■ Saved data entries ■
★ ★ ★ ★

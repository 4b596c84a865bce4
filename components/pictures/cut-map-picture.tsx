import { useState } from 'react';
import { StyleSheet, View, type LayoutChangeEvent } from 'react-native';
import { theme } from '../../constants/theme';
import type { CutMap } from '../../shared/cut-map';
import { SkText } from '../ui/sk-text';
import { PlanePicture, type PlanePoint } from './plane-picture';
import { formatComplexText } from '../../shared/format-complex-text';
import type { WireComplex } from '../../shared/wire-complex';

const point = (w: WireComplex): PlanePoint => ({ re: Number(w.re), im: Number(w.im) });
const percent = (x: number) => `${Math.round(x * 100)} %`;
/** The plane picture's margin on each side (components/pictures/plane-picture.tsx). */
const PAD = 28;

/**
 * Where one function of a target is really discontinuous over a box, drawn against the expected
 * cuts: expected cuts dashed, discontinuities found on them as dots, discontinuities elsewhere as
 * crosses named "unexpected". Under the picture, the verdict and each expected cut's coverage in
 * words, and what a grid can miss.
 */
export function CutMapPicture({ cutMap }: { cutMap: CutMap }) {
  const [width, setWidth] = useState(0);
  const [min, max] = [point(cutMap.box.min), point(cutMap.box.max)];
  // The picture takes the box's own proportions, so nothing outside the sampled box is shown as if it had been looked at.
  const height =
    width > 0
      ? Math.min(800, Math.max(200, Math.round(((width - 2 * PAD) * (max.im - min.im)) / (max.re - min.re) + 2 * PAD)))
      : 0;
  const unexpected = cutMap.observed.filter((o) => !o.onExpectedCut);
  const unseen = cutMap.expected.filter((e) => !e.seen);
  const label =
    `Cut map of ${cutMap.function} on ${cutMap.target} over Re ${min.re} to ${max.re}, Im ${min.im} to ${max.im}: ` +
    `${cutMap.expected.length} expected cut(s), ${cutMap.observed.length - unexpected.length} stretch(es) of discontinuity on them, ${unexpected.length} elsewhere.`;

  return (
    <View style={styles.wrap}>
      <SkText
        variant="label"
        tone="accent"
        style={[styles.verdict, cutMap.verdict === 'differs' && styles.differs]}
        testID="cut-map-verdict"
      >
        {cutMap.verdict === 'matches'
          ? `✓ Matches: every discontinuity found lies on an expected cut, and every expected cut was seen.`
          : `≠ Differs: ${[unexpected.length ? `${unexpected.length} stretch(es) of discontinuity off the expected cuts` : null, unseen.length ? `${unseen.length} expected cut(s) not seen` : null].filter(Boolean).join('; ')}.`}
      </SkText>
      <View style={styles.frame} onLayout={(e: LayoutChangeEvent) => setWidth(Math.round(e.nativeEvent.layout.width))}>
        {width > 0 ? (
          <PlanePicture
            label={label}
            view={{ minRe: min.re, maxRe: max.re, minIm: min.im, maxIm: max.im }}
            cuts={cutMap.expected.map((e) => ({ points: [point(e.from), point(e.to)], toInfinity: false }))}
            lines={cutMap.observed.map((o) => ({
              name: o.onExpectedCut ? 'discontinuity found on an expected cut' : 'unexpected discontinuity',
              points: o.points.map(point),
              marker: o.onExpectedCut ? 'dot' : 'cross',
            }))}
            height={height}
            testID="cut-map-picture"
          />
        ) : null}
      </View>
      <View style={styles.list}>
        <SkText variant="smallLabel" tone="inkFaint" style={styles.head}>
          Expected cuts in this box
        </SkText>
        {cutMap.expected.length === 0 ? (
          <SkText variant="caption" tone="ink" style={styles.line}>
            None: the reference has no cut of {cutMap.function} inside this box.
          </SkText>
        ) : null}
        {cutMap.expected.map((e) => (
          <SkText variant="caption" tone="ink" key={`${e.label} ${e.from.re} ${e.from.im}`} style={styles.line}>
            {e.seen ? '✓' : '×'} {e.label} from {formatComplexText(e.from)} to {formatComplexText(e.to)}:{' '}
            {e.coverage === null
              ? 'crosses no grid line inside the box, so it could not be seen or missed'
              : `a jump on ${percent(e.coverage)} of the grid lines crossing it — ${e.seen ? 'seen' : 'not seen'}`}
          </SkText>
        ))}
        {unexpected.length ? (
          <SkText variant="smallLabel" tone="inkFaint" style={styles.head}>
            Discontinuities off the expected cuts
          </SkText>
        ) : null}
        {unexpected.map((o, i) => (
          <SkText variant="caption" tone="ink" key={i} style={styles.line}>
            × {o.points.length} crossing(s) from {formatComplexText(o.points[0])} to{' '}
            {formatComplexText(o.points[o.points.length - 1])}
          </SkText>
        ))}
        {cutMap.notFinite > 0 ? (
          <SkText variant="caption" tone="ink" style={styles.line}>
            {cutMap.notFinite} grid point(s) gave no finite value and took part in no comparison.
          </SkText>
        ) : null}
      </View>
      <SkText variant="caption" style={styles.statement}>
        {cutMap.statement}
      </SkText>
    </View>
  );
}

const styles = StyleSheet.create({
  wrap: { gap: theme.space(3) },
  frame: { width: '100%', maxWidth: 600 },
  verdict: { lineHeight: 24 },
  differs: { color: theme.color.danger },
  list: { gap: theme.space(1) },
  head: { textTransform: 'uppercase', letterSpacing: 0.8, marginTop: theme.space(2) },
  line: { lineHeight: 20 },
  statement: { lineHeight: 20, borderLeftWidth: 3, borderLeftColor: theme.color.focus, paddingLeft: theme.space(3) },
});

★ ★ ★ ★

■ What to do ■
Could you copy out the data in full, exactly as it is written?

■ Response to this task ■
repository 4b596c84a865bce4
filename components/pictures/cut-map-picture.tsx
import { useState } from 'react';
import { StyleSheet, View, type LayoutChangeEvent } from 'react-native';
import { theme } from '../../constants/theme';
import type { CutMap } from '../../shared/cut-map';
import { SkText } from '../ui/sk-text';
import { PlanePicture, type PlanePoint } from './plane-picture';
import { formatComplexText } from '../../shared/format-complex-text';
import type { WireComplex } from '../../shared/wire-complex';

const point = (w: WireComplex): PlanePoint => ({ re: Number(w.re), im: Number(w.im) });
const percent = (x: number) => `${Math.round(x * 100)} %`;
/** The plane picture's margin on each side (components/pictures/plane-picture.tsx). */
const PAD = 28;

/**
 * Where one function of a target is really discontinuous over a box, drawn against the expected
 * cuts: expected cuts dashed, discontinuities found on them as dots, discontinuities elsewhere as
 * crosses named "unexpected". Under the picture, the verdict and each expected cut's coverage in
 * words, and what a grid can miss.
 */
export function CutMapPicture({ cutMap }: { cutMap: CutMap }) {
  const [width, setWidth] = useState(0);
  const [min, max] = [point(cutMap.box.min), point(cutMap.box.max)];
  // The picture takes the box's own proportions, so nothing outside the sampled box is shown as if it had been looked at.
  const height =
    width > 0
      ? Math.min(800, Math.max(200, Math.round(((width - 2 * PAD) * (max.im - min.im)) / (max.re - min.re) + 2 * PAD)))
      : 0;
  const unexpected = cutMap.observed.filter((o) => !o.onExpectedCut);
  const unseen = cutMap.expected.filter((e) => !e.seen);
  const label =
    `Cut map of ${cutMap.function} on ${cutMap.target} over Re ${min.re} to ${max.re}, Im ${min.im} to ${max.im}: ` +
    `${cutMap.expected.length} expected cut(s), ${cutMap.observed.length - unexpected.length} stretch(es) of discontinuity on them, ${unexpected.length} elsewhere.`;

  return (
    <View style={styles.wrap}>
      <SkText
        variant="label"
        tone="accent"
        style={[styles.verdict, cutMap.verdict === 'differs' && styles.differs]}
        testID="cut-map-verdict"
      >
        {cutMap.verdict === 'matches'
          ? `✓ Matches: every discontinuity found lies on an expected cut, and every expected cut was seen.`
          : `≠ Differs: ${[unexpected.length ? `${unexpected.length} stretch(es) of discontinuity off the expected cuts` : null, unseen.length ? `${unseen.length} expected cut(s) not seen` : null].filter(Boolean).join('; ')}.`}
      </SkText>
      <View style={styles.frame} onLayout={(e: LayoutChangeEvent) => setWidth(Math.round(e.nativeEvent.layout.width))}>
        {width > 0 ? (
          <PlanePicture
            label={label}
            view={{ minRe: min.re, maxRe: max.re, minIm: min.im, maxIm: max.im }}
            cuts={cutMap.expected.map((e) => ({ points: [point(e.from), point(e.to)], toInfinity: false }))}
            lines={cutMap.observed.map((o) => ({
              name: o.onExpectedCut ? 'discontinuity found on an expected cut' : 'unexpected discontinuity',
              points: o.points.map(point),
              marker: o.onExpectedCut ? 'dot' : 'cross',
            }))}
            height={height}
            testID="cut-map-picture"
          />
        ) : null}
      </View>
      <View style={styles.list}>
        <SkText variant="smallLabel" tone="inkFaint" style={styles.head}>
          Expected cuts in this box
        </SkText>
        {cutMap.expected.length === 0 ? (
          <SkText variant="caption" tone="ink" style={styles.line}>
            None: the reference has no cut of {cutMap.function} inside this box.
          </SkText>
        ) : null}
        {cutMap.expected.map((e) => (
          <SkText variant="caption" tone="ink" key={`${e.label} ${e.from.re} ${e.from.im}`} style={styles.line}>
            {e.seen ? '✓' : '×'} {e.label} from {formatComplexText(e.from)} to {formatComplexText(e.to)}:{' '}
            {e.coverage === null
              ? 'crosses no grid line inside the box, so it could not be seen or missed'
              : `a jump on ${percent(e.coverage)} of the grid lines crossing it — ${e.seen ? 'seen' : 'not seen'}`}
          </SkText>
        ))}
        {unexpected.length ? (
          <SkText variant="smallLabel" tone="inkFaint" style={styles.head}>
            Discontinuities off the expected cuts
          </SkText>
        ) : null}
        {unexpected.map((o, i) => (
          <SkText variant="caption" tone="ink" key={i} style={styles.line}>
            × {o.points.length} crossing(s) from {formatComplexText(o.points[0])} to{' '}
            {formatComplexText(o.points[o.points.length - 1])}
          </SkText>
        ))}
        {cutMap.notFinite > 0 ? (
          <SkText variant="caption" tone="ink" style={styles.line}>
            {cutMap.notFinite} grid point(s) gave no finite value and took part in no comparison.
          </SkText>
        ) : null}
      </View>
      <SkText variant="caption" style={styles.statement}>
        {cutMap.statement}
      </SkText>
    </View>
  );
}

const styles = StyleSheet.create({
  wrap: { gap: theme.space(3) },
  frame: { width: '100%', maxWidth: 600 },
  verdict: { lineHeight: 24 },
  differs: { color: theme.color.danger },
  list: { gap: theme.space(1) },
  head: { textTransform: 'uppercase', letterSpacing: 0.8, marginTop: theme.space(2) },
  line: { lineHeight: 20 },
  statement: { lineHeight: 20, borderLeftWidth: 3, borderLeftColor: theme.color.focus, paddingLeft: theme.space(3) },
});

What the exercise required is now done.